Trainees will present seminars within the department as well as at hospital Grand Rounds and will give lectures at medical postgraduate meetings. There is ample opportunity to be involved in teaching medical undergraduates, trainee genetic counsellors, allied health professionals. Presentation of their own research work at National/International meetings is encouraged. Trainees are encouraged to attend teaching skills training courses organised by the Postgraduate Dean's Department or National Genetics Education Centre.
Audit and Clinical Governance
Trainees must participate in monthly audit meetings held in the clinical department at SMH, contributing to audit design, data collection and analysis. Each trainee will be expected to lead and complete at least one audit project during training and produce a report that will constitute part of the annual assessment process (ARCP).
Trainees will participate in departmental Clinical Governance activities, including development of guidelines and information leaflets held in the clinical department.

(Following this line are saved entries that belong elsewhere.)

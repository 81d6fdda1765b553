import type { ApiRoute } from './route.ts';
import { eventRoutes } from './routes/events.ts';
import { jobRoutes } from './routes/jobs.ts';
import { landingRoutes } from './routes/landing.ts';
import { processRoutes } from './routes/processes.ts';
import { resultRoutes } from './routes/results.ts';

/** Every operation of the API. */
export const ROUTES: readonly ApiRoute[] = [
  ...landingRoutes,
  ...processRoutes,
  ...jobRoutes,
  ...resultRoutes,
  ...eventRoutes,
];

/** The methods that an address answers, for any of its operations; empty where there is nothing. */
export function methodsOf(path: string): string[] {
  const methods = ROUTES.filter((route) => patternOf(route.path).test(path)).map(({ method }) => method);
  return methods.flatMap((method) => (method === 'GET' ? ['GET', 'HEAD'] : [method]));
}

function patternOf(template: string): RegExp {
  return new RegExp(`^${template.replaceAll('.', '\\.').replaceAll(/\{\w+\}/g, '[^/]+')}$`);
}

Trainees share purpose built offices with their own telephones and PCs with internet access. Genetic databases are available for use by trainees, together with other computer programmes such as Excel, PowerPoint and Word. Secretarial support is provided to each trainee by a specified Medical Secretary within the department.
There are close links between the NHS and University departments of Medical Genetics, and the University library is within 10 minutes walking distance of the genetics department. Reference books and journals are available within the genetics department library.